L’ambition est claire : devenir le leader de la boulangerie végétale en Europe, en s’appuyant sur le savoir-faire développé par l’entreprise en matière de création de recettes. L’ensemble des matières premières classiques d’un économat est ainsi remplacé par de nouveaux ingrédients, à l’image de Yumgo, un substitut aux œufs avec des caractéristiques technologiques similaires. L’enseigne compte aujourd’hui 6 points de vente à Paris et en proche banlieue.
Objectif : ouvrir 20 adresses en Province d'ici à 2024, 50 à horizon 2027… et 100 à terme, en suivant un rythme d’ouverture de 10 boutiques par an, en comptant sur l’appui de partenaires franchisés. Les principales villes européennes de plus de 200 000 habitants sont ciblées, sur des emplacements de passage, avec une superficie idéale de 200 m².
Autre acteur au positionnement spécifique, Bun’s Baker ambitionne de créer le premier réseau de boulangeries B2B, avec une offre 100 % dédiée aux professionnels : pain burgers, focaccia, pain hot-dog, pain de mie, pain hallah… autant de références qui peuplent l’offre de l’entreprise, engagée dans une démarche visant à réduire l’impact écologique de son activité grâce à une réalisation sur commande (excluant ainsi tout gaspillage) et une livraison écoresponsable (avec une flotte de livraison dédiée comprenant 50 % de véhicules électriques). Déjà implanté à Bordeaux et Rennes, Bun’s Baker compte accélérer son développement en misant sur la franchise et l’extension de son offre, avec en ligne de mire une présence au sein des 21 métropoles françaises d’ici à 2025.

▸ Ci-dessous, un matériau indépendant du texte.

/**
 * Sun position for a site and a UTC instant, through the `suncalc` package (v2).
 *
 * suncalc v2 follows Meeus, *Astronomical Algorithms* (2nd ed., 1998), ch. 25 (low-precision solar
 * coordinates, ~0.01°) with ΔT, ch. 12 (sidereal time) and ch. 16 (refraction, Sæmundsson's formula
 * for 1010 hPa and 10 °C). It returns the apparent (refraction-corrected) altitude and the azimuth
 * clockwise from north, both in degrees, for a UTC instant; it works geocentrically (the Sun's
 * parallax, 8.8″, is neglected).
 */
import { getPosition, getTimes } from 'suncalc';

/** Where a site is on the Earth. */
export interface SiteLocation {
  /** Geographic latitude, degrees north (south negative), −90…90. */
  readonly latitudeDeg: number;
  /** Geographic longitude, degrees east (west negative), −180…180. */
  readonly longitudeDeg: number;
}

/** Sun position seen from a site. */
export interface SunPosition {
  /** Apparent altitude above the horizon (with refraction), degrees; negative below the horizon. */
  readonly altitudeDeg: number;
  /** Azimuth clockwise from north (0 N, 90 E, 180 S, 270 W), degrees, 0 ≤ az < 360. */
  readonly azimuthDeg: number;
}

// One-entry cache: the model asks the same instant once per axial segment.
let cacheKey: [number, number, number] | undefined;
let cacheValue: SunPosition | undefined;

/**
 * Apparent sun altitude and azimuth at the UTC instant `utcMs` for a site.
 *
 * Example: 2003-10-17 19:30:30 UTC at 39.742476 N, 105.1786 W gives altitude 39.89°
 * (zenith 50.11°), azimuth 194.34° (the worked example of Reda & Andreas 2004, NREL/TP-560-34302).
 */
export function sunPosition(utcMs: number, latitudeDeg: number, longitudeDeg: number): SunPosition {
  if (cacheKey && cacheValue && cacheKey[0] === utcMs && cacheKey[1] === latitudeDeg && cacheKey[2] === longitudeDeg) {
    return cacheValue;
  }
  const p = getPosition(new Date(utcMs), latitudeDeg, longitudeDeg);
  const value: SunPosition = { altitudeDeg: p.altitude, azimuthDeg: p.azimuth };
  cacheKey = [utcMs, latitudeDeg, longitudeDeg];
  cacheValue = value;
  return value;
}

/** Sunrise, solar noon and sunset of one day at a site, UTC ms. */
export interface SunDay {
  /** UTC instant of sunrise (upper limb on the horizon, altitude −0.833°), or null on polar day/night. */
  readonly sunriseUtcMs: number | null;
  /** UTC instant of sunset, or null on polar day/night. */
  readonly sunsetUtcMs: number | null;
  /** UTC instant of solar noon (the Sun's transit). */
  readonly solarNoonUtcMs: number;
  /** `day` when the Sun stays up all day, `night` when it stays down, else undefined. */
  readonly polar?: 'day' | 'night';
}

/**
 * Sunrise, solar noon and sunset of the solar day whose transit is nearest `utcMsNearLocalNoon`
 * (pass the UTC instant of local clock noon of the wanted date). Rise/set altitude −0.833°
 * (refraction 34′ plus the solar semi-diameter 16′; Meeus 1998 ch. 15).
 */
export function sunriseSunset(utcMsNearLocalNoon: number, latitudeDeg: number, longitudeDeg: number): SunDay {
  const t = getTimes(new Date(utcMsNearLocalNoon), latitudeDeg, longitudeDeg);
  const polar = t.alwaysUp ? 'day' : t.alwaysDown ? 'night' : undefined;
  return {
    sunriseUtcMs: t.sunrise ? t.sunrise.getTime() : null,
    sunsetUtcMs: t.sunset ? t.sunset.getTime() : null,
    solarNoonUtcMs: t.solarNoon.getTime(),
    ...(polar ? { polar } : {}),
  };
}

Former pour se développer, la nouvelle équation des réseaux
La néo-boulangerie, c’est aussi une nouvelle capacité à créer des filières intégrées de formation : les apprentis se voient transmettre les éléments théoriques du métier dans des établissements liés aux réseaux, aussi bien en vente qu’en production (boulanger), avant de les mettre en application au sein des boutiques de la même enseigne. De quoi participer à remplir les importants besoins en main-d'œuvre de ces entreprises au développement continu : Ange recherche ainsi près de 600 apprentis sur toute la France… ce qui l’a incitée à accélérer le déploiement de son école maison, baptisée Idyie.

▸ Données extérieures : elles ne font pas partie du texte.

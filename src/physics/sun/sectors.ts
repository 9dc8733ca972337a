/**
 * The sun's beam on the sectors of a vertical cylinder: the outer surface cut into N equal
 * circumferential sectors, sector j centred on the outward azimuth φ_j (clockwise from north, like
 * the sun's azimuth). The beam falls on a surface element of outward azimuth φ at
 * G_bn cos(h) max(0, cos(φ − φ_sun)) per unit area (h the sun's altitude); diffuse sky and
 * ground-reflected light fall on every sector alike (view factor ½ each, as for the averaged wall).
 *
 * Integrated exactly over each sector's arc (not sampled at its centre), so the sectors' beam summed
 * round the circumference is G_bn cos(h) · 2 r = G_bn D cos(h) per metre: the projected-width total
 * of the circumferentially averaged model (physics/sun/irradiance.ts, absorbedSunPerMetre), for any N.
 */

const DEG = Math.PI / 180;

/** Outward azimuth of the centre of sector j of n, degrees clockwise from north: sector 0 faces north. */
export function sectorAzimuthDeg(j: number, n: number): number {
  return (360 * j) / n;
}

/**
 * ∫ max(0, cos ψ) dψ over [a, b] (radians, b − a ≤ 2π), exactly: the positive lobe is
 * ψ ∈ [−π/2, π/2] (mod 2π), where the integral is sin ψ.
 */
function positiveCosineIntegral(a: number, b: number): number {
  let total = 0;
  // the lobes centred on 2πk that can overlap [a, b]
  const kFirst = Math.floor((a + Math.PI / 2) / (2 * Math.PI)) - 1;
  const kLast = Math.ceil((b - Math.PI / 2) / (2 * Math.PI)) + 1;
  for (let k = kFirst; k <= kLast; k++) {
    const lo = Math.max(a, 2 * Math.PI * k - Math.PI / 2);
    const hi = Math.min(b, 2 * Math.PI * k + Math.PI / 2);
    if (hi > lo) total += Math.sin(hi - 2 * Math.PI * k) - Math.sin(lo - 2 * Math.PI * k);
  }
  return total;
}

/**
 * Beam irradiance on sector j of n, averaged over the sector's surface, W/m² of that surface:
 *   (1/Δφ) ∫_sector G_bn cos(h) max(0, cos(φ − φ_sun)) dφ,   Δφ = 2π/n.
 * Zero with the sun at or below the horizon. Units: W/m², degrees.
 * Example: G_bn = 800, h = 30°, n = 4, the sector facing the sun: 800 · 0.8660 · (2 sin 45°)/(π/2)
 * = 623.8 W/m²; the sector facing away: 0.
 */
export function beamOnSector(beamNormal: number, altitudeDeg: number, sunAzimuthDeg: number, j: number, n: number): number {
  if (!(altitudeDeg > 0) || !(beamNormal > 0)) return 0;
  const width = (2 * Math.PI) / n;
  const centre = (sectorAzimuthDeg(j, n) - sunAzimuthDeg) * DEG;
  return (beamNormal * Math.cos(altitudeDeg * DEG) * positiveCosineIntegral(centre - width / 2, centre + width / 2)) / width;
}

D'ici à la fin de l’année, la structure développée avec Form’alacarte comptera des implantations à Aixen- Provence, Lille et Bordeaux. Marie Blachère s’est quant à elle reposée sur le savoir-faire des Compagnons du Devoir, en signant un partenariat avec l’association afin de proposer aux jeunes (moins de 30 ans) de devenir boulangers en un à deux ans. Chez Maison Bécam, on mise historiquement sur la transmission et l’apprentissage, ce qui fait de l’entreprise le plus grand acteur de la formation en alternance des Pays de la Loire. De son côté, Sophie Lebreuilly a récemment débuté la première promotion de son académie, avec 10 apprenants, qui découvriront le métier de pâtissier pendant douze semaines au sein du laboratoire d’Etaples (62).
Au-delà des enseignes nationales, les grandes difficultés rencontrées par de nombreux artisans, fragilisés par les crises à répétition, offrent l’opportunité à des entrepreneurs ambitieux de se développer à l’échelon local ou régional : ils pourraient ainsi imposer leur modèle, avec des entreprises atteignant rapidement 5 à 10 points de vente. De quoi poser de nouvelles questions sur la diversité de l’offre boulangère, qui a longtemps entretenu la tradition française.